- AIM OF THE EXERCISE
Your output should be the whole listing, identical to the original.
-*-
@login_required
def survey_edit(request: HttpRequest, pk: int) -> HttpResponse:
    member = get_member(request)
    survey = get_survey_for_user(request, pk)
    require_editor(member)
    initial = SurveyForm.initial_for(survey, **member_units(member))
    form = _survey_form(request, member, initial=initial)
    if request.method == "POST" and form.is_valid():
        try:
            surveys.survey_update(
                survey=survey,
                user=request.user,
                conditions=form.conditions_values(),
                **form.survey_values(),
            )
        except ValidationError as error:
            add_service_error(form, error)
        else:
            messages.success(request, "Survey saved.")
            return redirect("survey:survey", pk=survey.pk)
    return render(request, "survey/survey_form.html", {"form": form, "survey": survey})


THERMOGRAMS_PER_PAGE = 60


def _survey_thermograms(survey: Survey):
    return (
        survey.thermograms.select_related("asset")
        .annotate(mark_count=Count("marks"))
        .order_by("sequence", "id")
    )


@login_required
def survey_detail(request: HttpRequest, pk: int) -> HttpResponse:
    member = get_member(request)
    survey = get_survey_for_user(request, pk)
    survey = (
        surveys_for(member)
        .select_related(
            "site__client", "conditions", "thermographer__user", "reviewer__user", "camera"
        )
        .get(pk=survey.pk)
    )
    site_assets = assets_for(member).filter(site=survey.site_id)
    defaults = {"emissivity": survey.default_emissivity, "reflected_c": survey.default_reflected_c}
    upload_form = UploadForm(
        assets=site_assets.filter(retired_at__isnull=True),
        initial=UploadForm.initial_in_unit(defaults, **member_units(member)),
        **member_units(member),
    )
    # A day's import can be a thousand thermograms: the page shows them sixty at a time.
    page = Paginator(_survey_thermograms(survey), THERMOGRAMS_PER_PAGE).get_page(
        request.GET.get("page")
    )
    thermograms = list(page.object_list)
    logger_rows = loggers.survey_log_summary(survey)
    for thermogram in thermograms:
        thermogram.status_text = processing.thermogram_status_text(thermogram)
        thermogram.survey = survey
        thermogram.logged = (
            loggers.thermogram_logged_conditions(thermogram) if logger_rows else None
        )
        thermogram.taken = loggers.local_text(survey, thermogram.captured_at)
    ifov_mrad, ifov_source = instruments.survey_ifov(survey)
    context = {
        "survey": survey,
        "thermograms": thermograms,
        "page": page,
        "upload_form": upload_form,
        "conditions_checks": conditions_check(survey, **member_units(member)),
        "round": rounds.round_progress(survey),
        "ties_form": AssetTiesForm(
            thermograms=thermograms,
            assets=site_assets,
            suggested=rounds.suggested_ties(survey),
        )
        if site_assets.exists() and thermograms
        else None,
        "view_defaults_form": ViewDefaultsForm(
            initial={
                "palette": survey.default_palette or Thermogram._meta.get_field("palette").default,
                "span_rule": survey.default_span_rule,
            }
        ),
        "acknowledgements": Acknowledgement.objects.filter(finding__in=survey.findings.all())
        .select_related("finding")
        .order_by("-created_at"),
        "deleted_thermograms": Thermogram.all_objects.filter(
            survey=survey, deleted_at__isnull=False
        ).count(),
        "ifov_mrad": ifov_mrad,
        "ifov_source": ifov_source,
        "logger_rows": logger_rows,
        "logger_zone": loggers.survey_time_zone_name(survey),
    }
    return render(request, "survey/survey_detail.html", context)


@login_required
@require_POST
def survey_upload(request: HttpRequest, pk: int) -> HttpResponse:
    member = get_member(request)
    survey = get_survey_for_user(request, pk)
    require_editor(member)
    form = UploadForm(
        request.POST,
        request.FILES,
        assets=assets_for(member).filter(site=survey.site_id),
        **member_units(member),
    )
    if not form.is_valid():
        messages.error(request, f"Nothing was uploaded. {form_errors_text(form)}")
        return redirect("survey:survey", pk=survey.pk)
    result = ingest.thermograms_ingest_batch(
        survey=survey,
        files=form.cleaned_data["files"],
        photos=form.cleaned_data["photos"],
        user=request.user,
        **form.ingest_defaults(),
    )
    if result.waiting_for_broker:
        messages.warning(
            request,
            f"Stored {len(result.created)} file(s). The processing queue cannot be reached just "
            "now: they will be processed automatically when it is back.",
        )
    elif result.created:
        messages.success(request, f"Stored {len(result.created)} file(s); processing has started.")
    for name, reason in result.rejected:
        messages.error(request, f"{name} was not stored: {reason}")
    return redirect("survey:survey", pk=survey.pk)


@login_required
@require_GET
def survey_status(request: HttpRequest, pk: int) -> JsonResponse:
    """Status of every thermogram of the survey, polled by static/js/batch.js.

    Each row carries what the page shows of a thermogram once it is processed (thumbnail,
    workspace link, temperature range in the member's unit), so the page updates in place
    and a half-filled form on it is never lost to a reload.
    """
    member = get_member(request)
    survey = get_survey_for_user(request, pk)
    rows = []
    for thermogram in _survey_thermograms(survey):
        ready = thermogram.is_ready
        rows.append(
            {
                "id": thermogram.pk,
                "status": thermogram.status,
                "status_display": processing.thermogram_status_text(thermogram),
                "stalled": processing.thermogram_is_stalled(thermogram),
                "error": thermogram.error,
                "thumbnail": reverse("survey:thermogram_thumbnail", args=[thermogram.pk])
                if thermogram.thumbnail
                else None,
                "workspace": reverse("survey:thermogram", args=[thermogram.pk]) if ready else None,
                "summary": f"{temp(thermogram.min_c, member)} … {temp(thermogram.max_c, member)}"
                f" · {thermogram.mark_count} mark{'s' if thermogram.mark_count != 1 else ''}"
                if ready
                else "",
            }
        )
    done = sum(row["status"] not in {"queued", "processing"} for row in rows)
    failed = sum(row["status"] in {"failed", "damaged"} for row in rows)
    return JsonResponse({"thermograms": rows, "done": done, "failed": failed, "total": len(rows)})


@login_required
def survey_delete(request: HttpRequest, pk: int) -> HttpResponse:
    member = get_member(request)
    survey = get_survey_for_user(request, pk)
    require_reviewer(member)
    form = DeleteForm(submitted(request))
    if request.method == "POST" and form.is_valid():
        try:
            surveys.survey_soft_delete(survey=survey, user=request.user)
        except ValidationError as error:
            messages.error(request, " ".join(error.messages))
            return redirect("survey:survey", pk=survey.pk)
        messages.success(request, f"{survey} deleted. It can be restored from Deleted surveys.")
        return redirect("survey:home")
    return render(request, "survey/survey_delete.html", {"survey": survey, "form": form})


@login_required
@require_POST
def survey_restore(request: HttpRequest, pk: int) -> HttpResponse:
    member = get_member(request)
    survey = get_deleted_survey_for_user(request, pk)
    require_reviewer(member)
    surveys.survey_restore(survey=survey, user=request.user)
    messages.success(request, f"{survey} restored.")
    return redirect("survey:survey", pk=survey.pk)


@login_required
def thermogram_settings(request: HttpRequest, pk: int) -> HttpResponse:
    member = get_member(request)
    thermogram = get_thermogram_for_user(request, pk)
    require_editor(member)
    form = ThermogramSettingsForm(
        submitted(request),
        assets=assets_for(member).filter(site=thermogram.survey.site_id),
        initial=ThermogramSettingsForm.initial_for(thermogram, **member_units(member))
        | {"captured_at": loggers.local_wall_clock(thermogram.survey, thermogram.captured_at)},
        **member_units(member),
    )
    if request.method == "POST" and form.is_valid():
        try:
            surveys.thermogram_update_settings(
                thermogram=thermogram, user=request.user, **form.cleaned_data
            )
        except ValidationError as error:
            add_service_error(form, error)
        else:
            messages.success(request, f"Settings of {thermogram} saved.")
            return redirect("survey:survey", pk=thermogram.survey_id)
    reprocess_form = ReprocessForm(
        unit=member.temperature_unit,
        initial=_reprocess_initial(thermogram, member.temperature_unit),
    )
    context = {
        "thermogram": thermogram,
        "form": form,
        "reprocess_form": reprocess_form,
        "locked": thermogram_hold(thermogram),
    }
    return render(request, "survey/thermogram_settings.html", context)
-*-
- REPLY TO THE TASK
@login_required
def survey_edit(request: HttpRequest, pk: int) -> HttpResponse:
    member = get_member(request)
    survey = get_survey_for_user(request, pk)
    require_editor(member)
    initial = SurveyForm.initial_for(survey, **member_units(member))
    form = _survey_form(request, member, initial=initial)
    if request.method == "POST" and form.is_valid():
        try:
            surveys.survey_update(
                survey=survey,
                user=request.user,
                conditions=form.conditions_values(),
                **form.survey_values(),
            )
        except ValidationError as error:
            add_service_error(form, error)
        else:
            messages.success(request, "Survey saved.")
            return redirect("survey:survey", pk=survey.pk)
    return render(request, "survey/survey_form.html", {"form": form, "survey": survey})


THERMOGRAMS_PER_PAGE = 60


def _survey_thermograms(survey: Survey):
    return (
        survey.thermograms.select_related("asset")
        .annotate(mark_count=Count("marks"))
        .order_by("sequence", "id")
    )


@login_required
def survey_detail(request: HttpRequest, pk: int) -> HttpResponse:
    member = get_member(request)
    survey = get_survey_for_user(request, pk)
    survey = (
        surveys_for(member)
        .select_related(
            "site__client", "conditions", "thermographer__user", "reviewer__user", "camera"
        )
        .get(pk=survey.pk)
    )
    site_assets = assets_for(member).filter(site=survey.site_id)
    defaults = {"emissivity": survey.default_emissivity, "reflected_c": survey.default_reflected_c}
    upload_form = UploadForm(
        assets=site_assets.filter(retired_at__isnull=True),
        initial=UploadForm.initial_in_unit(defaults, **member_units(member)),
        **member_units(member),
    )
    # A day's import can be a thousand thermograms: the page shows them sixty at a time.
    page = Paginator(_survey_thermograms(survey), THERMOGRAMS_PER_PAGE).get_page(
        request.GET.get("page")
    )
    thermograms = list(page.object_list)
    logger_rows = loggers.survey_log_summary(survey)
    for thermogram in thermograms:
        thermogram.status_text = processing.thermogram_status_text(thermogram)
        thermogram.survey = survey
        thermogram.logged = (
            loggers.thermogram_logged_conditions(thermogram) if logger_rows else None
        )
        thermogram.taken = loggers.local_text(survey, thermogram.captured_at)
    ifov_mrad, ifov_source = instruments.survey_ifov(survey)
    context = {
        "survey": survey,
        "thermograms": thermograms,
        "page": page,
        "upload_form": upload_form,
        "conditions_checks": conditions_check(survey, **member_units(member)),
        "round": rounds.round_progress(survey),
        "ties_form": AssetTiesForm(
            thermograms=thermograms,
            assets=site_assets,
            suggested=rounds.suggested_ties(survey),
        )
        if site_assets.exists() and thermograms
        else None,
        "view_defaults_form": ViewDefaultsForm(
            initial={
                "palette": survey.default_palette or Thermogram._meta.get_field("palette").default,
                "span_rule": survey.default_span_rule,
            }
        ),
        "acknowledgements": Acknowledgement.objects.filter(finding__in=survey.findings.all())
        .select_related("finding")
        .order_by("-created_at"),
        "deleted_thermograms": Thermogram.all_objects.filter(
            survey=survey, deleted_at__isnull=False
        ).count(),
        "ifov_mrad": ifov_mrad,
        "ifov_source": ifov_source,
        "logger_rows": logger_rows,
        "logger_zone": loggers.survey_time_zone_name(survey),
    }
    return render(request, "survey/survey_detail.html", context)


@login_required
@require_POST
def survey_upload(request: HttpRequest, pk: int) -> HttpResponse:
    member = get_member(request)
    survey = get_survey_for_user(request, pk)
    require_editor(member)
    form = UploadForm(
        request.POST,
        request.FILES,
        assets=assets_for(member).filter(site=survey.site_id),
        **member_units(member),
    )
    if not form.is_valid():
        messages.error(request, f"Nothing was uploaded. {form_errors_text(form)}")
        return redirect("survey:survey", pk=survey.pk)
    result = ingest.thermograms_ingest_batch(
        survey=survey,
        files=form.cleaned_data["files"],
        photos=form.cleaned_data["photos"],
        user=request.user,
        **form.ingest_defaults(),
    )
    if result.waiting_for_broker:
        messages.warning(
            request,
            f"Stored {len(result.created)} file(s). The processing queue cannot be reached just "
            "now: they will be processed automatically when it is back.",
        )
    elif result.created:
        messages.success(request, f"Stored {len(result.created)} file(s); processing has started.")
    for name, reason in result.rejected:
        messages.error(request, f"{name} was not stored: {reason}")
    return redirect("survey:survey", pk=survey.pk)


@login_required
@require_GET
def survey_status(request: HttpRequest, pk: int) -> JsonResponse:
    """Status of every thermogram of the survey, polled by static/js/batch.js.

    Each row carries what the page shows of a thermogram once it is processed (thumbnail,
    workspace link, temperature range in the member's unit), so the page updates in place
    and a half-filled form on it is never lost to a reload.
    """
    member = get_member(request)
    survey = get_survey_for_user(request, pk)
    rows = []
    for thermogram in _survey_thermograms(survey):
        ready = thermogram.is_ready
        rows.append(
            {
                "id": thermogram.pk,
                "status": thermogram.status,
                "status_display": processing.thermogram_status_text(thermogram),
                "stalled": processing.thermogram_is_stalled(thermogram),
                "error": thermogram.error,
                "thumbnail": reverse("survey:thermogram_thumbnail", args=[thermogram.pk])
                if thermogram.thumbnail
                else None,
                "workspace": reverse("survey:thermogram", args=[thermogram.pk]) if ready else None,
                "summary": f"{temp(thermogram.min_c, member)} … {temp(thermogram.max_c, member)}"
                f" · {thermogram.mark_count} mark{'s' if thermogram.mark_count != 1 else ''}"
                if ready
                else "",
            }
        )
    done = sum(row["status"] not in {"queued", "processing"} for row in rows)
    failed = sum(row["status"] in {"failed", "damaged"} for row in rows)
    return JsonResponse({"thermograms": rows, "done": done, "failed": failed, "total": len(rows)})


@login_required
def survey_delete(request: HttpRequest, pk: int) -> HttpResponse:
    member = get_member(request)
    survey = get_survey_for_user(request, pk)
    require_reviewer(member)
    form = DeleteForm(submitted(request))
    if request.method == "POST" and form.is_valid():
        try:
            surveys.survey_soft_delete(survey=survey, user=request.user)
        except ValidationError as error:
            messages.error(request, " ".join(error.messages))
            return redirect("survey:survey", pk=survey.pk)
        messages.success(request, f"{survey} deleted. It can be restored from Deleted surveys.")
        return redirect("survey:home")
    return render(request, "survey/survey_delete.html", {"survey": survey, "form": form})


@login_required
@require_POST
def survey_restore(request: HttpRequest, pk: int) -> HttpResponse:
    member = get_member(request)
    survey = get_deleted_survey_for_user(request, pk)
    require_reviewer(member)
    surveys.survey_restore(survey=survey, user=request.user)
    messages.success(request, f"{survey} restored.")
    return redirect("survey:survey", pk=survey.pk)


@login_required
def thermogram_settings(request: HttpRequest, pk: int) -> HttpResponse:
    member = get_member(request)
    thermogram = get_thermogram_for_user(request, pk)
    require_editor(member)
    form = ThermogramSettingsForm(
        submitted(request),
        assets=assets_for(member).filter(site=thermogram.survey.site_id),
        initial=ThermogramSettingsForm.initial_for(thermogram, **member_units(member))
        | {"captured_at": loggers.local_wall_clock(thermogram.survey, thermogram.captured_at)},
        **member_units(member),
    )
    if request.method == "POST" and form.is_valid():
        try:
            surveys.thermogram_update_settings(
                thermogram=thermogram, user=request.user, **form.cleaned_data
            )
        except ValidationError as error:
            add_service_error(form, error)
        else:
            messages.success(request, f"Settings of {thermogram} saved.")
            return redirect("survey:survey", pk=thermogram.survey_id)
    reprocess_form = ReprocessForm(
        unit=member.temperature_unit,
        initial=_reprocess_initial(thermogram, member.temperature_unit),
    )
    context = {
        "thermogram": thermogram,
        "form": form,
        "reprocess_form": reprocess_form,
        "locked": thermogram_hold(thermogram),
    }
    return render(request, "survey/thermogram_settings.html", context)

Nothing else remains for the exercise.